On 20 February, the spacecraft was attached to the launch vehicle adapter, and the next day, it was enclosed within the payload fairing, which featured an insignia commemorating the 100th birthday of Pavel Belyayev, commander of the Voskhod 2 mission that conducted the world's first spacewalk in 1965. The encapsulated spacecraft was transported by rail to Site 31/6 on 22 February and integrated with the Soyuz-2.1a rocket by 24 February. The rocket was rolled out to the launch pad on 25 February.

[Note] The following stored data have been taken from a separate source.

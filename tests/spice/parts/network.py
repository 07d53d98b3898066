"""The network as a list of two-terminal parts, and as ngspice text with at most a few parts at fault."""

from dataclasses import dataclass

# When a fault strikes, and how long it is watched: 25 time constants of the filter, and long enough
# for a spark gap that cannot hold its arc to strike again.
FAULT_AT = 1.0e-3
WATCHED = 12.0e-3
REPORT_FROM = 10.0e-3


@dataclass(frozen=True)
class Part:
    """One part between two nodes. `line` is its ngspice text with {a} and {b} for the nodes."""

    name: str
    a: str
    b: str
    line: str


def parts(net, protection, negative):
    """Every part whose opening or shorting is a fault. The polarity sets the pedestal and nothing else."""
    p = protection
    upper, lower = p["pedestal_negative_ohms" if negative else "pedestal_positive_ohms"]
    made = []
    for index in range(net["elements"]):
        above = "hv" if index == 0 else f"s{index}"
        below = "foot" if index == net["elements"] - 1 else f"s{index + 1}"
        made.append(Part(f"RH{index + 1}", above, below, f"{{a}} {{b}} {net['element_ohms']:g}"))
    for letter, ohms in zip("AB", net["low_ohms"]):
        made.append(Part(f"RL{letter}", "tap", "low", f"{{a}} {{b}} {ohms:g}"))
    diode = "{a} {b} lowleak"

    def value(key):
        return f"{{a}} {{b}} {p[key]:g}"

    made += [
        Part("RT", "foot", "tap", value("foot_ohms")),
        # To the star, not to the pedestal: the charge of a flashover would be pushed into the low pin.
        Part("CF", "tap", "0", value("filter_farads")),
        Part("XGDTA", "tap", "0", "{a} {b} gdt"),
        Part("XGDTB", "tap", "0", "{a} {b} gdt"),
        Part("RS1A", "tap", "mid1", f"{{a}} {{b}} {p['series_ohms'][0]:g}"),
        Part("RS1B", "mid1", "clamp", f"{{a}} {{b}} {p['series_ohms'][1]:g}"),
        Part("DUP", "clamp", "vr", diode),
        Part("DDN", "0", "clamp", diode),
        Part("CCL", "clamp", "0", value("clamp_farads")),
        Part("RS2A", "clamp", "mid2", f"{{a}} {{b}} {p['buffer_ohms'][0]:g}"),
        Part("RS2B", "mid2", "bin", f"{{a}} {{b}} {p['buffer_ohms'][1]:g}"),
        Part("RPD", "bin", "0", value("pulldown_ohms")),
        Part("RO1", "bout", "pin", value("output_ohms")),
        Part("RB1", "vdd", "vr", value("reference_bias_ohms")),
        Part("DREF", "0", "vr", "{a} {b} shunt"),
        Part("CR1", "vr", "0", value("reference_farads")),
        Part("RP1", "vr", "pedin", f"{{a}} {{b}} {upper:g}"),
        Part("RP2", "pedin", "0", f"{{a}} {{b}} {lower:g}"),
        Part("RPED", "pedout", "low", value("pedestal_series_ohms")),
        Part("CPED", "low", "0", value("pedestal_farads")),
        Part("DUL", "low", "vr", diode),
        Part("DDL", "0", "low", "{a} {b} schottky"),
        Part("RA1", "low", "lowpin", value("low_pin_ohms")),
        Part("DVDD", "0", "vdd", "{a} {b} vclamp"),
    ]
    return made


@dataclass(frozen=True)
class Fault:
    """What goes wrong: parts opened, parts shorted, a spark along the string, or a condition from the start."""

    name: str
    opened: tuple = ()
    shorted: tuple = ()
    flashover: bool = False
    wrong_polarity: bool = False
    unpowered: bool = False
    standing: bool = False
    buffer: str = "works"
    pedestal: str = "works"


def netlist(description, net, fault, negative):
    """Complete ngspice text: healthy until FAULT_AT, then with the fault, watched to its end."""
    supply, p, converter = description["supply"], description["protection"], description["converter"]
    sign = -1.0 if negative != fault.wrong_polarity else 1.0
    lines = [f"* {net['name']} {'negative' if negative else 'positive'}: {fault.name}"]
    lines += _source(supply, net, sign, fault, p)
    lines += _parts(parts(net, p, negative), fault)
    lines += _buffer(fault, converter, p)
    lines += _models(p)
    lines += [
        ".options reltol=1e-4 abstol=1e-13 vntol=1e-7 gmin=1e-15 itl4=200",
        f".tran 2u {WATCHED:g} 0 20u",
    ]
    for name, expression in (("pin", "v(pin)"), ("low", "v(lowpin)"), ("over", "v(pin)-v(vdd)"),
                             ("lowover", "v(lowpin)-v(vdd)"), ("ipin", "i(vpin)"), ("ilow", "i(vlow)"),
                             ("ibin", "i(vbin)"), ("clamp", "v(clamp)"), ("tap", "v(tap)"), ("vdd", "v(vdd)"), ("vr", "v(vr)")):
        lines.append(f".meas tran max_{name} MAX par('{expression}')" if "-" in expression
                     else f".meas tran max_{name} MAX {expression}")
        if name != "vdd" and "over" not in name:
            lines.append(f".meas tran min_{name} MIN {expression}")
    lines.append(f".meas tran end_pin AVG v(pin) from={REPORT_FROM:g} to={WATCHED:g}")
    lines.append(f".meas tran end_hv AVG v(hv) from={REPORT_FROM:g} to={WATCHED:g}")
    lines.append(f".meas tran end_low AVG v(lowpin) from={REPORT_FROM:g} to={WATCHED:g}")
    return "\n".join(lines + [".end", ""])


MEASURED = ("max_pin", "min_pin", "max_low", "min_low", "max_over", "max_lowover", "max_ipin", "min_ipin",
            "max_ilow", "min_ilow", "max_ibin", "min_ibin", "max_clamp", "min_clamp", "max_tap", "min_tap",
            "max_vdd", "end_pin", "end_low", "end_hv")


def _source(supply, net, sign, fault, p):
    volts = sign * supply["volts"]
    lines = [
        f"VHV src 0 {volts:g}",
        f"RSRC src hvs {supply['source_ohms']:g}",
        f"CSRC hvs 0 {supply['output_farads']:g}",
        "RLEAD hvs hv 0.1",
        f"RBLEED hvs 0 {net['bleeder_ohms']:g}",
        f"VOPEN opening 0 PULSE(1 0 {FAULT_AT:g} 1u 1u 1 2)",
        f"VSHORT shorting 0 PULSE(0 1 {FAULT_AT:g} 50n 50n 1 2)",
        ".model opens SW(vt=0.5 vh=0 ron=1m roff=1e14)",
        ".model shorts SW(vt=0.5 vh=0 ron=0.1 roff=1e14)",
        f".model arcs SW(vt=0.5 vh=0 ron={supply['arc_ohms']:g} roff=1e14)",
    ]
    if fault.flashover:
        lines += ["SARC hv spark shorting 0 arcs", f"LARC spark foot {supply['lead_henries']:g}"]
    if fault.standing:
        lines += [f".model smoulders SW(vt=0.5 vh=0 ron={_standing_ohms(supply, net, p):g} roff=1e14)",
                  "SSTAND hv foot shorting 0 smoulders"]
    return lines


def _standing_ohms(supply, net, p):
    """A spark of just so high a resistance that the tap stands a little below what fires the gas tube."""
    volts = 0.95 * p["gdt_fire_volts"]
    amperes = volts * sum(1.0 / ohms for ohms in net["low_ohms"]) + (volts - p["reference_volts"]) / sum(p["series_ohms"])
    return (supply["volts"] - volts) / amperes - supply["source_ohms"] - p["foot_ohms"]


def _parts(made, fault):
    lines = []
    for part in made:
        a = part.a
        if part.name in fault.opened:
            a = f"{part.name.lower()}_open"
            lines.append(f"SO{part.name} {part.a} {a} opening 0 opens")
            # A node behind an opened part still needs a path and some capacitance for ngspice: far below any effect.
            lines += [f"RO{part.name}X {a} {part.b} 1e15", f"CO{part.name}X {a} {part.b} 1p"]
        if part.name in fault.shorted:
            lines.append(f"SS{part.name} {part.a} {part.b} shorting 0 shorts")
        lines.append(f"{part.name} {part.line.format(a=a, b=part.b)}")
    return lines


def _buffer(fault, converter, p):
    """Buffer, analogue supply and converter. The supply can only give: a current pushed into it lifts it."""
    volts = 0.0 if fault.unpowered else converter["supply_volts"]
    lines = [
        f"VLDO ldo 0 {volts + 0.0:g}",
        f"BLDO ldo vdd I = min(max(10*(v(ldo)-v(vdd)), 0), {converter['supply_amperes']:g})",
        f"RLOAD vdd 0 {converter['supply_load_ohms']:g}",
        "CLOAD vdd 0 10u",
        "VBIN bin bi 0",
        "DBUP bi vdd esd",
        "DBDN 0 bi esd",
        "RBI bi 0 1e13",
        # Bandwidth first, then the rails: an output stage cannot stand above a supply that collapses.
        "EPOLE ideal 0 bi 0 1",
        "RPOLE ideal slow 1k",
        "CPOLE slow 0 160p",
        f"BDRIVE drive 0 V = {_driven('slow', fault.buffer)}",
        "SDRIVE drive driven opening 0 opens" if fault.buffer == "shorted" else "RDRIVE drive driven 1m",
        "ROUT driven bout 1",
        f"BPDRIVE peddrive 0 V = {_driven('pedin', fault.pedestal)}",
        "RPOUT peddrive pedout 50",
        "VPIN pin conv 0",
        "DCUP conv vdd esd",
        "DCDN 0 conv esd",
        "VLOW lowpin convlow 0",
        "DLUP convlow vdd esd",
        "DLDN 0 convlow esd",
        f"RCONV conv convlow {converter['input_ohms']:g}",
        ".model esd D(is=1e-15 n=1 rs=10)",
    ]
    if fault.buffer == "shorted":
        lines.append("SBUF bi bout shorting 0 shorts")
    return lines


def _driven(node, state):
    """What an amplifier's output stage gives: its input within the supply, or a rail once it is stuck."""
    works = f"max(min(v({node}), v(vdd)-0.005), 0.005)"
    return {
        "high": f"time < {FAULT_AT:g} ? {works} : v(vdd)",
        "low": f"time < {FAULT_AT:g} ? {works} : 0",
    }.get(state, works)


def _models(p):
    fire, hold = p["gdt_fire_volts"], p["gdt_hold_amperes"]
    zener = p["gdt_arc_volts"] - 0.8
    return [
        f".model lowleak D(is={p['diode_saturation_amperes']:g} n=1.8 rs={p['diode_series_ohms']:g} cjo=2p)",
        ".model schottky D(is=1e-7 n=1.05 rs=1)",
        f".model vclamp D(is=1e-12 bv={p['supply_clamp_volts']:g} ibv=1m rs=1)",
        f".model shunt D(is=1e-14 bv={p['reference_volts']:g} ibv=1m rs={p['reference_dynamic_ohms']:g})",
        # Gas tube: fires once the volt-seconds above its static level are used up, holds while current flows.
        ".subckt gdt a b",
        f"BAREA 0 area I = max(abs(v(a,b))-{fire:g},0)/{p['gdt_volt_seconds']:g}"
        f" + (abs(i(vsense)) > {hold:g} ? 1e6 : 0)",
        "CAREA area 0 1",
        "RAREA area 0 10u",
        "DAREA area lid limiter",
        "VLID lid 0 2",
        "SG a g1 area 0 gsw",
        "DG1 g1 g2 arc",
        "DG2 g3 g2 arc",
        "VSENSE g3 b 0",
        "CGDT a b 1p",
        "RGDT a b 1e13",
        ".model gsw SW(vt=0.5 vh=0.45 ron=0.05 roff=1e13)",
        f".model arc D(is=1e-9 bv={zener:g} ibv=1m rs=0.05)",
        ".model limiter D(is=1e-6 rs=1e-7)",
        ".ends",
    ]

Progress MS-30 launched on 27 February 2025 at 21:24:27 UTC (28 February 2025 at 02:24:27 AQTT, local time at the launch site). Following a two-day free flight, it docked with the aft port of the ISS's Zvezda module on 1 March at 23:03 UTC.

== Manifest ==
Each Progress mission delivers over a thousand kilograms of supplies in its pressurized section, accessible to crewmembers. These supplies include consumables such as food, water, and air, along with equipment for maintenance and scientific research. In its unpressurized section, the spacecraft carries tanks of water, fuel, and gases to replenish the station’s resources and sustain its onboard atmosphere. These resources are transferred to the station through an automated process.

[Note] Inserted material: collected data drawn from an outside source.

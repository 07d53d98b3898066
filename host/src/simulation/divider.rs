//! One string of the divider: true ratio, temperature and voltage coefficients, filter, and its faults.

use super::supply::STEP_NS;

const STEP_S: f64 = STEP_NS as f64 * 1e-9;
/// Where the clamp holds a tap that is no longer loaded, volts.
const CLAMP_VOLTS: f64 = 4.2;

/// What is wrong with a string.
#[derive(Clone, Copy, Debug, Default, PartialEq)]
pub enum StringFault {
    /// Nothing.
    #[default]
    None,
    /// It reads this factor of the truth: 0 is an open high side, 2 half an open low side, n/(n - 1) one of n elements
    /// shorted.
    Factor(f64),
    /// The whole low side is open: the clamp holds the tap.
    Clamped,
}

/// What a string is like.
#[derive(Clone, Copy, Debug, PartialEq)]
pub struct StringTraits {
    /// Volts at the input per volt at the tap, cold and near zero.
    pub ratio: f64,
    /// Relative change of the ratio per volt at the input.
    pub per_volt: f64,
    /// Change of the ratio, ppm per kelvin.
    pub ppm_per_kelvin: f64,
    /// Time constant of the filter at the tap, seconds.
    pub filter_seconds: f64,
}

/// One string, with its filter's state as volts at the input.
#[derive(Clone, Debug)]
pub struct DividerString {
    traits: StringTraits,
    fault: StringFault,
    /// exp(-step/tau).
    decay: f64,
    /// The filtered voltage at the beginning and end of the present step.
    before: f64,
    now: f64,
}

impl DividerString {
    /// At rest, at zero volts.
    pub fn new(traits: StringTraits) -> Self {
        Self {
            traits,
            fault: StringFault::None,
            decay: libm::exp(-STEP_S / traits.filter_seconds.max(1e-9)),
            before: 0.0,
            now: 0.0,
        }
    }

    /// Breaks or mends it.
    pub(super) fn set_fault(&mut self, fault: StringFault) {
        self.fault = fault;
    }

    /// One grid step, in which the voltage goes straight from `from` to `to`: exact for a first-order filter.
    pub(super) fn step(&mut self, from: f64, to: f64) {
        self.before = self.now;
        self.now = self.response(from, to, self.decay, 1.0);
    }

    /// Filtered voltage within the present step at a share of it, where the input went from `from` to `to`.
    pub(super) fn within_step(&self, from: f64, to: f64, share: f64) -> f64 {
        self.response_from(
            self.before,
            from,
            to,
            libm::exp(-STEP_S * share / self.traits.filter_seconds.max(1e-9)),
            share,
        )
    }

    fn response(&self, from: f64, to: f64, decay: f64, share: f64) -> f64 {
        self.response_from(self.before, from, to, decay, share)
    }

    fn response_from(&self, start: f64, from: f64, to: f64, decay: f64, share: f64) -> f64 {
        let lag = (to - from) * (self.traits.filter_seconds / STEP_S);
        from + (to - from) * share - lag + (start - from + lag) * decay
    }

    /// Time constant, seconds: the integral of the filtered voltage is that of the input less tau times its change.
    pub(super) const fn filter_seconds(&self) -> f64 {
        self.traits.filter_seconds
    }

    /// Volts at the tap for a (filtered) voltage at the input, at so many kelvin above the reference temperature.
    pub(super) fn tap_volts(&self, volts: f64, kelvin: f64) -> f64 {
        // volts = x (1 + per_volt x) (1 + temperature), with x the tap times the ratio.
        let cold = volts / (1.0 + 1e-6 * self.traits.ppm_per_kelvin * kelvin);
        let linear = 2.0 * cold / (1.0 + libm::sqrt(1.0 + 4.0 * self.traits.per_volt * cold));
        let tap = linear / self.traits.ratio;
        match self.fault {
            StringFault::None => tap,
            StringFault::Factor(factor) => (factor * tap).clamp(-CLAMP_VOLTS, CLAMP_VOLTS),
            StringFault::Clamped => CLAMP_VOLTS,
        }
    }
}

#[cfg(test)]
mod tests {
    use super::*;

    const TRAITS: StringTraits =
        StringTraits { ratio: 5_001.0, per_volt: 0.0, ppm_per_kelvin: 5.0, filter_seconds: 0.4e-3 };

    /// 10 x 20 megohm over 40 kilohm with 10 nF: tau 0.4 ms, within 100 ppm after 3.68 ms (tau ln 10^4).
    #[test]
    fn a_step_settles_with_the_time_constant() {
        let mut string = DividerString::new(TRAITS);
        string.step(0.0, 1_000.0);
        let first = string.now;
        let mut steps = 1;
        while string.now < 999.9 {
            string.step(1_000.0, 1_000.0);
            steps += 1;
        }
        // The first step is a ramp of 0.1 ms, which comes half its length later than a jump.
        let expected = 0.4 * (1e4f64).ln() + 0.05;
        assert!((f64::from(steps) * 0.1 - expected).abs() < 0.11, "{steps} {expected}");
        // Ramp response over one step, by hand: x - s tau (1 - exp(-h / tau)).
        let by_hand = 1_000.0 - 1e7 * 0.4e-3 * (1.0 - (-0.25f64).exp());
        assert!((first - by_hand).abs() < 1e-9);
    }

    #[test]
    fn within_a_step_it_agrees_with_finer_steps() {
        let mut string = DividerString::new(TRAITS);
        string.step(0.0, 500.0);
        string.step(500.0, 300.0);
        // Euler's method with a thousand times finer steps.
        let (mut y, h) = (0.0, 1e-7);
        for index in 0..1_500 {
            let t = f64::from(index) * h;
            let x = if t < 1e-4 { 500.0 * t / 1e-4 } else { 500.0 - 200.0 * (t - 1e-4) / 1e-4 };
            y += h * (x - y) / 0.4e-3;
        }
        assert!((string.within_step(500.0, 300.0, 0.5) - y).abs() < 0.05);
    }

    #[test]
    fn ratio_coefficients_and_faults_show_at_the_tap() {
        let mut string = DividerString::new(StringTraits { per_volt: 1e-8, ..TRAITS });
        assert!((string.tap_volts(10_000.0, 0.0) - 10_000.0 / 5_001.0 * (1.0 - 1e-4)).abs() < 1e-6);
        let warm = string.tap_volts(5_000.0, 10.0) / string.tap_volts(5_000.0, 0.0);
        assert!((warm - (1.0 - 50e-6)).abs() < 1e-8);
        let sound = string.tap_volts(2_500.0, 0.0);
        for (fault, expected) in [
            (StringFault::Factor(0.0), 0.0),
            (StringFault::Factor(10.0 / 9.0), sound * 10.0 / 9.0),
            (StringFault::Factor(20.0), CLAMP_VOLTS),
            (StringFault::Clamped, CLAMP_VOLTS),
            (StringFault::None, sound),
        ] {
            string.set_fault(fault);
            assert!((string.tap_volts(2_500.0, 0.0) - expected).abs() < 1e-12, "{fault:?}");
        }
    }
}
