//! The high-voltage node: supply and both strings on one grid, with exact integrals over any time.

use super::{
    divider::DividerString,
    supply::{STEP_NS, Supply},
};

/// Supply and strings, up to the end of the present grid step.
#[derive(Clone, Debug)]
pub(super) struct HighVoltage {
    pub supply: Supply,
    pub strings: [DividerString; 2],
    end_ns: i64,
    /// Voltage at the beginning and end of the present step.
    from: f64,
    to: f64,
    /// Integral of the voltage up to the beginning of the present step, volt seconds.
    integral: f64,
}

impl HighVoltage {
    pub fn new(supply: Supply, strings: [DividerString; 2]) -> Self {
        Self { supply, strings, end_ns: 0, from: 0.0, to: 0.0, integral: 0.0 }
    }

    /// End of the present step, true nanoseconds.
    pub const fn end_ns(&self) -> i64 {
        self.end_ns
    }

    /// Voltage at the end of the present step, volts.
    pub const fn volts(&self) -> f64 {
        self.to
    }

    /// One grid step.
    pub fn step(&mut self, energised: bool) {
        self.integral += 0.5 * (self.from + self.to) * STEP_NS as f64 * 1e-9;
        self.end_ns += STEP_NS;
        self.from = self.to;
        self.to = self.supply.step(self.end_ns, energised);
        for string in &mut self.strings {
            string.step(self.from, self.to);
        }
    }

    fn share(&self, at_ns: i64) -> f64 {
        1.0 - (self.end_ns - at_ns) as f64 / STEP_NS as f64
    }

    /// Integral of the voltage from the beginning to a time within the present step, volt seconds.
    pub fn integral_at(&self, at_ns: i64) -> f64 {
        let share = self.share(at_ns);
        self.integral + share * (self.from + 0.5 * share * (self.to - self.from)) * STEP_NS as f64 * 1e-9
    }

    /// The same behind a string's filter: tau dy/dt = x - y, so that the integral of y is that of x less tau y.
    pub fn filtered_integral_at(&self, string: usize, at_ns: i64) -> f64 {
        let string = &self.strings[string];
        let filtered = string.within_step(self.from, self.to, self.share(at_ns));
        self.integral_at(at_ns) - string.filter_seconds() * filtered
    }
}

#[cfg(test)]
mod tests {
    use super::{
        super::{
            divider::{DividerString, StringTraits},
            supply::SupplySetup,
        },
        *,
    };

    fn node(filter_seconds: f64) -> HighVoltage {
        let traits = StringTraits { ratio: 5_001.0, per_volt: 0.0, ppm_per_kelvin: 0.0, filter_seconds };
        let quiet = SupplySetup {
            ripple_fraction: 0.0,
            hum_fraction: 0.0,
            wander_fraction: 0.0,
            warm_up_fraction: 0.0,
            ..SupplySetup::default()
        };
        HighVoltage::new(Supply::new(quiet, 1), [DividerString::new(traits), DividerString::new(traits)])
    }

    /// A ramp of 100 V/s followed by a regulator of 2 ms: mean over any stretch is the ramp at its middle less the lag.
    #[test]
    fn means_over_a_ramp_agree_with_the_closed_form() {
        let mut node = node(0.4e-3);
        node.supply.set(1_000.0);
        while node.end_ns() < 2_000_000_000 {
            node.step(true);
        }
        let start_ns = node.end_ns();
        node.supply.ramp(1_500.0, start_ns, 100.0);
        let mut marks = [0.0; 2];
        let (a_ns, b_ns) = (start_ns + 500_033_000, start_ns + 700_077_000);
        while node.end_ns() < b_ns {
            node.step(true);
            for (mark, at_ns) in marks.iter_mut().zip([a_ns, b_ns]) {
                if (node.end_ns() - STEP_NS..node.end_ns()).contains(&at_ns) {
                    *mark = node.integral_at(at_ns);
                }
            }
        }
        let mean = (marks[1] - marks[0]) / ((b_ns - a_ns) as f64 * 1e-9);
        let middle = ((a_ns + b_ns) / 2 - start_ns) as f64 * 1e-9;
        // The explicit regulator lags by its time constant less one step.
        let expected = 1_000.0 + 100.0 * (middle - 1.9e-3);
        assert!((mean / expected - 1.0).abs() < 1e-6, "{mean} {expected}");
    }

    /// Behind the filter a ramp comes tau later.
    #[test]
    fn the_filter_delays_a_ramp_by_its_time_constant() {
        let mut node = node(0.4e-3);
        node.supply.set(10_000.0);
        while node.end_ns() < 500_000_000 {
            node.step(true);
        }
        let at = |node: &HighVoltage| {
            let at_ns = node.end_ns() - 40_000;
            (at_ns, node.integral_at(at_ns), node.filtered_integral_at(0, at_ns))
        };
        let first = at(&node);
        for _ in 0..50 {
            node.step(true);
        }
        let last = at(&node);
        let seconds = (last.0 - first.0) as f64 * 1e-9;
        let behind = ((last.1 - first.1) - (last.2 - first.2)) / seconds;
        assert!((behind / (2_000.0 * 0.4e-3) - 1.0).abs() < 1e-3, "{behind}");
    }
}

For this mission, Progress MS-30 was loaded with a total of 2599 kg of cargo and supplies prior to launch. The cargo manifest includes the following:
- Pressurized supplies: 1179 kg
- Fuel: 950 kg
- Water: 420 kg
- Nitrogen gas: 50 kg
Among the supplies loaded into the pressurized compartment was a new Orlan-MKS spacesuit.